Incidentally, Arcane Vault has produced an excellent Doubtful Guest pinch button that is sold at Amazon for about ten bucks, a reasonable price for a Gorey artifact; search Arcane Vault Edward Gorey Doubtful Guest Pinch Button.
Gorey cautioned against taking his work seriously: it would be “the height of folly,” he said.
Still, when a publisher rejected one of his books on the grounds that it wasn’t funny, Gorey professed astonishment: “It wasn’t supposed to be,” he said; “what a peculiar reaction.”
Mel Gussow, writing The New York Times obituary, delivered perhaps the best assessment: “He was one of the most aptly named figures in American art and literature.
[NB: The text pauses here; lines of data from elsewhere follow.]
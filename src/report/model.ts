/**
 * What the report and the static plots show, worked out once from the network and the spec results:
 * which S entries go on which plot (with their colours), where each spec's limit lies on a plot, and
 * the frequency intervals where a failing spec fails.
 *
 * @module
 */

import { evaluateSpecs, limitAt } from '../check/evaluate.js';
import type { Circuit } from '../elaborate/circuit.js';
import type { SpecDefinition, SpecResult } from '../check/types.js';
import { groupDelay, magnitudeDb, phaseDeg } from '../figures/entry.js';
import { parseFigure } from '../figures/registry.js';
import { scattering } from '../figures/shared.js';
import type { NetworkData } from '../network/types.js';
import { entryLabel, modesOf } from './format.js';
import { DASHES, PALETTE } from './style.js';

/** The rectangular plots. */
export type PlotKind = 'db' | 'phase' | 'gd';

export { COLORS, DASHES, PALETTE } from './style.js';

/** One S entry (1-based ports) as drawn: label and colour. */
export interface TraceEntry {
  i: number;
  j: number;
  /** `S21`: the key of the entry in data attributes and lookups. */
  label: string;
  /** What the legend shows: the label, or `S21 = S12` when equal entries were merged. */
  display: string;
  color: string;
}

/** A spec's limit drawn on a plot, in that plot's own quantity (|S| dB, degrees, seconds). */
export interface PlotLimit {
  spec: string;
  plot: PlotKind;
  /** Label of the entry the limit applies to. */
  entry: string;
  /** Which side the plotted value must stay on. */
  bound: 'max' | 'min';
  pass: boolean;
  /** Polyline [f in Hz, value] over the part of the band inside the sweep. */
  points: [number, number][];
}

/** Where a failing spec fails: frequency intervals (Hz) on its plot, and its worst point. */
export interface PlotFail {
  spec: string;
  plot: PlotKind;
  entry: string;
  intervals: [number, number][];
  /** Worst point [f in Hz, plotted value], when it can be plotted. */
  worst: [number, number] | null;
}

/** A spec's figure mapped onto one of the plots. */
export interface SpecPlacement {
  plot: PlotKind;
  i: number;
  j: number;
  /** Which side the plotted value must stay on (flipped for losses, kept for VSWR). */
  bound: 'max' | 'min';
  /** Figure value → plotted value. */
  toPlot: (v: number) => number;
  /** Whether toPlot is affine (a straight limit stays straight). */
  affine: boolean;
}

const identity = (v: number): number => v;
const negate = (v: number): number => -v;
/** |Γ| in dB from a VSWR: |Γ| = (v − 1)/(v + 1), common practice. */
const vswrToDb = (v: number): number => (v <= 1 ? -Infinity : 20 * Math.log10((v - 1) / (v + 1)));

/**
 * Where a spec can be drawn: `db`, `il`, `rl` and `vswr` on the magnitude plot (as |Sij| in dB),
 * `phase` on the phase plot, `gd` on the group-delay plot. Other figures (stability factors,
 * impedances, unwrapped phase…) have no plot here: undefined.
 */
export function placeSpec(def: SpecDefinition, ports: number): SpecPlacement | undefined {
  let fig;
  try {
    fig = parseFigure(def.figure, { ports });
  } catch {
    return undefined;
  }
  const p = fig.ports;
  const flip = def.bound === 'max' ? 'min' : 'max';
  switch (fig.spec.name) {
    case 'db':
      return { plot: 'db', i: p[0]!, j: p[1]!, bound: def.bound, toPlot: identity, affine: true };
    case 'il':
      return { plot: 'db', i: p[0]!, j: p[1]!, bound: flip, toPlot: negate, affine: true };
    case 'rl':
      return { plot: 'db', i: p[0]!, j: p[0]!, bound: flip, toPlot: negate, affine: true };
    case 'vswr':
      return { plot: 'db', i: p[0]!, j: p[0]!, bound: def.bound, toPlot: vswrToDb, affine: false };
    case 'phase':
      return { plot: 'phase', i: p[0]!, j: p[1]!, bound: def.bound, toPlot: identity, affine: true };
    case 'gd':
      return { plot: 'gd', i: p[0]!, j: p[1]!, bound: def.bound, toPlot: identity, affine: true };
    default:
      return undefined;
  }
}

/** Human name of a plot. */
export const PLOT_TITLES: Record<PlotKind, string> = { db: 'Magnitude', phase: 'Phase', gd: 'Group delay' };

/** Everything the views need, from one network and its spec results. */
export interface ReportModel {
  /** The network as S-parameters. */
  s: NetworkData;
  entries: TraceEntry[];
  /** Indexes into `entries`, per plot. */
  plots: Record<PlotKind, number[]>;
  /** Indexes into `entries` of the reflections on the Smith chart. */
  smith: number[];
  limits: PlotLimit[];
  fails: PlotFail[];
  /** Spec name → the plot it is drawn on (absent: not drawn). */
  placed: Map<string, PlotKind>;
}

/** The entries shown when none are asked for: all of them up to 4 ports, else Sii and Si1. */
export function defaultEntries(ports: number): [number, number][] {
  const out: [number, number][] = [];
  if (ports <= 4) {
    for (let j = 1; j <= ports; j++) for (let i = 1; i <= ports; i++) out.push([i, j]);
  } else {
    for (let i = 1; i <= ports; i++) out.push([i, i]);
    for (let i = 2; i <= ports; i++) out.push([i, 1]);
  }
  return out;
}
In creating a large body of small work, he made an indelible imprint on noir fiction and on the psyche of his admirers.”
Soon after Gorey died, Braginton-Smith launched an effort to create a memorial to Gorey. He proposed that they install and cultivate on the village green a topiary sculpture of a Gorey creature (perhaps the splendidly mysterious Doubtful Guest?).
“My purpose is to make sure Edward Gorey remains a figure in our history,” said Braginton-Smith.
It certainly seems like a good idea. A Gorey of an idea. But let me give the last word to the artist himself. “You know, Ted Shawn, the choreographer,” Gorey mused in Schiff’s hearing, “—he used to say, ‘When in doubt, twirl.’ Oh, I do think that’s such a great line.”
Indeed.
Footnote: The two best sources of information about Gorey’s life and work are Stephen Schiff, “Edward Gorey and the Tao of Nonsense,” The New Yorker, 9 November 1992, and Clifford Ross and Karen Wilkin, The World of Edward Gorey (1996), containing samples of his drawings, an interview, an extensive critical examination, and a chronology and complete bibliography. Four anthologies collect over eighty of Gorey’s books: Amphigorey (1972), Amphigorey Too (1975), Amphigorey Also (1983), and the posthumous Amphigorey Again (2006).
An obituary is in The New York Times, 17 April 2000, and a useful remembrance is Alison Lurie (to whom The Doubtful Guest is dedicated), “On Edward Gorey,” The New York Review, 25 May 2000. A longer, more inclusive bibliography can be found at RCHarvey.com in Harv’s Hindsight for September 5, 2001.